-- WHAT THIS TASK INVOLVES --
Take every line of the material below that includes the string "active" and copy it out.

--- START ---

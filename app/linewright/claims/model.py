"""What the engine says of features: claims, candidates, velocity, Roll call, Orphans."""

from __future__ import annotations

import math
from dataclasses import dataclass, field

import numpy as np

STANDINGS = ("firm", "likely", "tentative", "unclaimed", "set aside")


def standing_of(probability: float) -> str:
    """The machine's standing by the contract: 0.95 firm, 0.80 likely, 0.50 tentative."""
    if not np.isfinite(probability) or probability < 0.50:
        return "unclaimed"
    if probability < 0.80:
        return "tentative"
    return "likely" if probability < 0.95 else "firm"


@dataclass(frozen=True)
class Candidate:
    """One catalogue line as the explanation of one feature.

    wave, wave_err: laboratory vacuum wavelength, Angstrom; e_low in eV; loggf in dex
    velocity: of the component it belongs to, or of its ion in it, km/s
    probability: that this line is the main contributor
    share: of the predicted opacity (emissivity) within a resolution element
    offset_sigma: (feature - line)/sigma at the component's velocity
    depth_predicted: predicted central depth, negative in emission, NaN unknown
    weights: the breakdown of its probability (breakdown.Breakdown), empty where it has none
    """

    species: str
    origin: str
    wave: float
    wave_err: float
    e_low: float
    loggf: float
    velocity: float
    probability: float
    share: float
    offset_sigma: float
    depth_predicted: float
    source: str
    weights: tuple[float, ...] = ()


@dataclass(frozen=True)
class Claim:
    """What one feature is said to be.

    ``candidates`` are ranked; the first is the machine's best line. ``species`` is the
    claimed species (a person's may differ from the machine's best); empty when nothing
    comes near. ``chosen`` is the claimed line when it is not ``candidates[0]``.
    ``blend``: other contributors as (species, vacuum wavelength, share).
    """

    species: str = ""
    probability: float = 0.0
    p_line: float = 0.0
    p_unlisted: float = 1.0
    standing: str = "unclaimed"
    by: str = "machine"
    origin: str = "unknown"
    candidates: tuple[Candidate, ...] = ()
    chosen: Candidate | None = None
    blend: tuple[tuple[str, float, float], ...] = ()
    runner_up: str = ""
    flags: str = ""
    note: str = ""
    locked: bool = False

    @property
    def line(self) -> Candidate | None:
        """The claimed line."""
        if self.chosen is not None:
            return self.chosen
        return self.candidates[0] if self.candidates else None


@dataclass(frozen=True, eq=False)
class VelocityResult:
    """The stellar (or nebular) velocity with its honesty.

    velocity, error: km/s (NaN when nothing could be found)
    margin: log-likelihood above the best rival elsewhere; declared: margin sufficed
    rivals: (km/s, log-likelihood below the best); grid, score: the curve over velocity
    how: 'voting', 'template', 'given'
    """

    velocity: float = math.nan
    error: float = math.nan
    margin: float = 0.0
    declared: bool = False
    rivals: tuple[tuple[float, float], ...] = ()
    grid: np.ndarray = field(default_factory=lambda: np.zeros(0))
    score: np.ndarray = field(default_factory=lambda: np.zeros(0))
    how: str = "voting"


@dataclass(frozen=True)
class RollRow:
    """One species of the Roll call (columns of the table contract), and what goes with it.

    limit_dex: the strength offset lies below this where the species is not seen (NaN: no
    limit); limit_wave: the line that says so, rest vacuum Angstrom; limit_ew: the equivalent
    width it would at least need, milliangstrom
    missing_wave, missing_depth: the strongest line expected and not seen; missing_shift: how
    many dex the offset would rise were it seen; gap_...: the same of the strongest line
    outside the coverage
    """

    species: str
    expected: int
    seen: int
    missing: int
    p_chance: float
    offset_dex: float
    offset_err: float
    verdict: str
    limit_dex: float = math.nan
    limit_wave: float = math.nan
    limit_ew: float = math.nan
    missing_wave: float = math.nan
    missing_depth: float = math.nan
    missing_shift: float = math.nan
    gap_wave: float = math.nan
    gap_depth: float = math.nan
    gap_shift: float = math.nan


@dataclass(frozen=True)
class Orphan:
    """A significant feature no catalogue line explains; ``why`` says what it is not."""

    feature: int
    p_unlisted: float
    nearest: str
    why: str
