"""Fitted parameters as rows of a FeatureTable."""

from __future__ import annotations

import numpy as np

from .broad import integrate_broad
from .features import FeatureTable
from .gauss import FWHM_PER_SIGMA, GAUSSIAN_AREA

SATURATED = 0.9  # central depth beyond which a line is called saturated
WING = 0.02  # veil beyond which a feature is said to stand in a wing


def fitted_table(trace, nodes, found, fitted, segment: int) -> FeatureTable:
    """FeatureTable of fitted features.

    trace: Trace of the segment; nodes: its SegmentMeasure; found, fitted: what was found
    and fitted, m rows. Depths are relative to the continuum lowered by the veil.
    """
    m = len(fitted.params)
    base = np.interp(fitted.params[:, 1], trace.wave, trace.veil)
    base = np.where(found.own, 0.0, np.minimum(base, 0.98))
    bias = np.where(fitted.trouble[:, None], 0.0, fitted.bias)
    depth = (fitted.params[:, 0] - bias[:, 0]) / (1 - base)
    depth_err = fitted.errors[:, 0] / (1 - base)
    fwhm, fwhm_err = FWHM_PER_SIGMA * np.exp(fitted.params[:, 2]), fitted.errors[:, 2].copy()
    area = GAUSSIAN_AREA * fitted.params[:, 0] * fwhm - bias[:, 2]
    fwhm -= bias[:, 1]
    ew, ew_err = 1e3 * area / (1 - base), 1e3 * fitted.errors[:, 3] / (1 - base)
    wide = integrate_broad(trace, found, fitted)
    fwhm_err[wide.rows] *= wide.fwhm / fwhm[wide.rows]
    fwhm[wide.rows] = wide.fwhm
    ew[wide.rows], ew_err[wide.rows] = 1e3 * wide.area, 1e3 * wide.area_err
    void = fitted.params[:, 0] == 0  # a fit that ended at no line at all measures nothing else
    wave_err = np.where(void, np.nan, fitted.errors[:, 1])
    fwhm_err[void] = ew_err[void] = np.nan
    component = _components(fitted.group)
    marks = {
        "blend": component > 0,
        "integrated": np.isin(np.arange(m), wide.rows),
        "wing": np.abs(base) > WING,
        "saturated": depth > SATURATED,
        "edge": _at_edge(trace, fitted.params[:, 1], fwhm, found.limits),
        "fallback": fitted.trouble,
    }
    return FeatureTable(
        number=np.arange(1, m + 1), segment=np.full(m, segment), component=component,
        sign=found.sign, wave=fitted.params[:, 1], wave_err=wave_err,
        significance=found.significance, depth=depth, depth_err=depth_err, fwhm=fwhm,
        fwhm_err=fwhm_err, ew=ew, ew_err=ew_err,
        continuum=nodes.continuum_at(fitted.params[:, 1]) * (1.0 - base),
        flags=tuple(" ".join(w for w in marks if marks[w][i]) for i in range(m)),
    )


def spike_table(trace, nodes, spikes, segment: int) -> FeatureTable:
    """Rows, flagged 'spike', of hits that no line of the instrument's width could make.

    depth: the excess of the worst sample; fwhm: of the samples hit; ew: the excess as one
    sample's area. Nothing is fitted: a hit has no profile.
    """
    at, m = spikes.index, len(spikes.index)
    step, noise = np.gradient(trace.wave)[at], trace.noise[at]
    return FeatureTable(
        number=np.arange(1, m + 1), segment=np.full(m, segment),
        component=np.zeros(m, dtype=int), sign=np.where(spikes.excess > 0, 1, -1),
        wave=trace.wave[at], wave_err=step / np.sqrt(12.0), significance=spikes.significance,
        depth=spikes.excess, depth_err=noise, fwhm=step, fwhm_err=np.full(m, np.nan),
        ew=1e3 * spikes.excess * step, ew_err=1e3 * noise * step,
        continuum=nodes.continuum_at(trace.wave[at]), flags=("spike",) * m,
    )


def _components(group) -> np.ndarray:
    """0 for a lone feature, 1, 2, ... along a fitted blend, shape (m,)."""
    if not len(group):
        return np.zeros(0, dtype=int)
    first = np.r_[True, np.diff(group) != 0]
    start = np.maximum.accumulate(np.where(first, np.arange(len(group)), 0))
    together = np.bincount(group)[group] > 1
    return np.where(together, np.arange(len(group)) - start + 1, 0)


def _at_edge(trace, centre, fwhm, limits) -> np.ndarray:
    """True within one FWHM of an end of the stretch or with a hole that near."""
    low, high = trace.wave[limits[:, 0]], trace.wave[limits[:, 1] - 1]
    total = np.r_[0, np.cumsum(~trace.good)]
    a = np.searchsorted(trace.wave, centre - fwhm)
    b = np.searchsorted(trace.wave, centre + fwhm)
    return (centre - low < fwhm) | (high - centre < fwhm) | (total[b] > total[a])
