"""Sums of Gaussians fitted to many windows at once (Levenberg-Marquardt, numpy only).

Model of a window of n components, y = (continuum - flux)/continuum:
    m(x) = sum a_j exp(-(x - c_j)^2 / (2 s_j^2)),  parameters (a_j, c_j, ln s_j).
Derivatives are analytic. Windows of one batch hold equally many samples; those beyond a
window's own end have weight zero.
"""

from __future__ import annotations

from dataclasses import dataclass

import numpy as np

GAUSSIAN_AREA = 1.0644670194312262  # area / (height FWHM) = sqrt(pi / ln 2) / 2
FWHM_PER_SIGMA = 2.3548200450309493
SMALL = 0.25  # errors: the largest bias that is taken off


@dataclass(frozen=True, eq=False)
class Windows:
    """A batch of g windows of p samples: x, y, weight (1/noise, 0: unused), each (g, p)."""

    x: np.ndarray
    y: np.ndarray
    weight: np.ndarray

    def take(self, which) -> Windows:
        return Windows(self.x[which], self.y[which], self.weight[which])


@dataclass(frozen=True, eq=False)
class Fit:
    """params (g, n, 3): a, c, ln s; covariance (g, 3n, 3n); chi2 (g,); converged (g,)."""

    params: np.ndarray
    covariance: np.ndarray
    chi2: np.ndarray
    converged: np.ndarray


def profiles(x, params):
    """Model sums (g, p) and derivatives (g, p, n, 3) at x (g, p)."""
    a, c, s = params[..., 0], params[..., 1], np.exp(params[..., 2])
    u = (x[:, :, None] - c[:, None, :]) / s[:, None, :]
    slopes = np.empty((*u.shape, 3))
    shape = np.exp(-0.5 * np.minimum(u * u, 1400.0))
    part = a[:, None, :] * shape
    bent = part * u
    slopes[..., 0], slopes[..., 1], slopes[..., 2] = shape, bent / s[:, None, :], bent * u
    return part.sum(axis=2), slopes


def _normal(windows, params):
    """Residual chi2 (g,), normal matrix (g, k, k), gradient (g, k), weighted slopes."""
    model, slopes = profiles(windows.x, params)
    z = slopes.reshape(*slopes.shape[:2], -1)
    z *= windows.weight[:, :, None]
    r = (windows.y - model) * windows.weight
    zt = z.transpose(0, 2, 1)
    return (r * r).sum(axis=1), zt @ z, (zt @ r[:, :, None])[:, :, 0], z


def fit_windows(windows: Windows, start, low, high, rounds: int = 25) -> Fit:
    """Least squares in every window; start, low, high: (g, n, 3) with bounds kept.

    Marquardt's damping by the diagonal, per window; windows that stopped are left out
    of later rounds. The covariance assumes independent samples (see ``spread_noise``).
    """
    params = np.clip(start, low, high).astype(float)
    g, n, _ = params.shape
    damping = np.full(g, 1e-2)
    chi2, matrix, gradient, _ = _normal(windows, params)
    active, part = np.ones(g, dtype=bool), windows
    for _ in range(rounds):
        on = np.flatnonzero(active)
        if not len(on):
            break
        step = _solve(matrix[on], gradient[on], damping[on])
        trial = np.clip(params[on] + step.reshape(-1, n, 3), low[on], high[on])
        if len(on) < len(part.x):  # windows only ever drop out
            part = windows.take(on)
        new, new_matrix, new_gradient, _ = _normal(part, trial)
        better = new <= chi2[on]
        gained = chi2[on] - new
        yes = on[better]
        params[yes], matrix[yes], gradient[yes] = (
            trial[better], new_matrix[better], new_gradient[better],
        )
        chi2[yes] = new[better]
        damping[on] = np.where(better, damping[on] * 0.2, damping[on] * 8.0)
        done = (np.abs(gained) < 1e-3 * (1.0 + 1e-3 * new)) | (damping[on] > 1e6)
        active[on[done]] = False
    return Fit(params, _inverse(matrix), chi2, ~active)


def _damped(matrix, damping):
    diagonal = np.einsum("gii->gi", matrix)
    floor = 1e-12 * diagonal.max(axis=1, keepdims=True) + 1e-300
    extra = np.maximum(diagonal, floor) * damping[:, None] + floor
    out = matrix.copy()
    np.einsum("gii->gi", out)[...] += extra
    return out


def _solve(matrix, gradient, damping):
    return np.linalg.solve(_damped(matrix, damping), gradient[:, :, None])[:, :, 0]


def _inverse(matrix):
    """Inverse with a whisper of damping, so that a degenerate window gives huge errors."""
    return np.linalg.inv(_damped(matrix, np.full(len(matrix), 1e-10)))


def spread_noise(windows: Windows, fit: Fit, correlation, level_err=None) -> np.ndarray:
    """Covariance (g, 3n, 3n) for correlated noise and a doubtful continuum.

    With z the slopes over the noise, A = z'z and R the correlation of the noise, least
    squares scatters by A^-1 (z' R z) A^-1. A continuum too high by a fraction e moves y
    by (1 - y) e, hence the parameters by A^-1 z'(1 - y) w e: added in quadrature for
    level_err (g,), one sigma of e.
    """
    *_, z = _normal(windows, fit.params)
    smeared = z.copy()
    for lag in range(1, len(correlation)):
        smeared[:, lag:] += correlation[lag] * z[:, :-lag]
        smeared[:, :-lag] += correlation[lag] * z[:, lag:]
    inverse = fit.covariance
    covariance = inverse @ (z.transpose(0, 2, 1) @ smeared) @ inverse
    if level_err is not None:
        push = ((1.0 - windows.y) * windows.weight)[:, :, None]
        moved = (inverse @ (z.transpose(0, 2, 1) @ push))[:, :, 0] * level_err[:, None]
        covariance = covariance + moved[:, :, None] * moved[:, None, :]
    return covariance


# A fit that failed has a covariance without bounds: its errors say so, no warning need.
@np.errstate(over="ignore", invalid="ignore", divide="ignore")
def lone_sensitivity(covariance, params, j: int):
    """(a, c, FWHM, area) errors of component j: shape (g, 4), from covariance (g, 3n, 3n)."""
    k = 3 * j
    block = covariance[:, k : k + 3, k : k + 3]
    a, s = params[:, j, 0], np.exp(params[:, j, 2])
    fwhm = FWHM_PER_SIGMA * s
    var_a, var_c, var_l = block[:, 0, 0], block[:, 1, 1], block[:, 2, 2]
    relative = var_a / np.maximum(a * a, 1e-30) + var_l + 2 * block[:, 0, 2] / np.where(
        a == 0, 1e-15, a)
    area = GAUSSIAN_AREA * np.abs(a) * fwhm * np.sqrt(np.maximum(relative, 0))
    return np.stack([np.sqrt(np.abs(var_a)), np.sqrt(np.abs(var_c)),
                     fwhm * np.sqrt(np.abs(var_l)), area], axis=1)


@np.errstate(over="ignore", invalid="ignore", divide="ignore")
def first_order_bias(windows: Windows, fit: Fit) -> np.ndarray:
    """Bias of least squares in (a, FWHM, area) of each component, (g, n, 3).

    Box 1971 (J. R. Stat. Soc. B 33, 171): with C the covariance, z the slopes over the
    noise and H_i the second derivatives at sample i, -C z' tr(C H_i) / 2; FWHM and area
    gain what the curvature of the exponential adds. For independent samples; clipped at
    SMALL errors and none where the error exceeds the value: the first order means nothing.
    """
    g, n, _ = fit.params.shape
    *_, z = _normal(windows, fit.params)
    bend = np.zeros(windows.x.shape)
    own = np.stack([fit.covariance[:, 3 * j : 3 * j + 3, 3 * j : 3 * j + 3] for j in range(n)], 1)
    for j in range(n):
        bend += _traced(windows.x, fit.params[:, j], own[:, j])
    pull = (z.transpose(0, 2, 1) @ (bend * windows.weight)[:, :, None])[:, :, 0]
    shift = -0.5 * (fit.covariance @ pull[:, :, None])[:, :, 0].reshape(g, n, 3)
    a, fwhm = fit.params[..., 0], FWHM_PER_SIGMA * np.exp(fit.params[..., 2])
    wider = shift[..., 2] + 0.5 * own[..., 2, 2]
    area = GAUSSIAN_AREA * fwhm * (shift[..., 0] + a * wider + own[..., 0, 2])
    bias = np.stack([shift[..., 0], fwhm * wider, area], axis=-1)
    error = np.stack([lone_sensitivity(fit.covariance, fit.params, j)[:, [0, 2, 3]]
                      for j in range(n)], axis=1)
    value = np.stack([a, fwhm, GAUSSIAN_AREA * a * fwhm], axis=-1)
    bias = np.where(error < np.abs(value), bias, 0.0)
    return np.clip(bias, -SMALL * error, SMALL * error)


def _traced(x, params, c) -> np.ndarray:
    """tr(C H) at samples x (g, p) of one component: params (g, 3), its C (g, 3, 3)."""
    a, s = params[:, 0, None], np.exp(params[:, 2, None])
    u = (x - params[:, 1, None]) / s
    shape = np.exp(-0.5 * np.minimum(u * u, 1400.0))
    c = c[..., None]
    mixed = 2 * c[:, 0, 1] * u / s + 2 * c[:, 0, 2] * u * u
    square = c[:, 1, 1] * (u * u - 1) / s**2 + (u * u - 2) * (
        2 * c[:, 1, 2] * u / s + c[:, 2, 2] * u * u)
    return shape * (mixed + a * square)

--- END ---

-- WORKED SOLUTION --
    active, part = np.ones(g, dtype=bool), windows
        on = np.flatnonzero(active)
        active[on[done]] = False
    return Fit(params, _inverse(matrix), chi2, ~active)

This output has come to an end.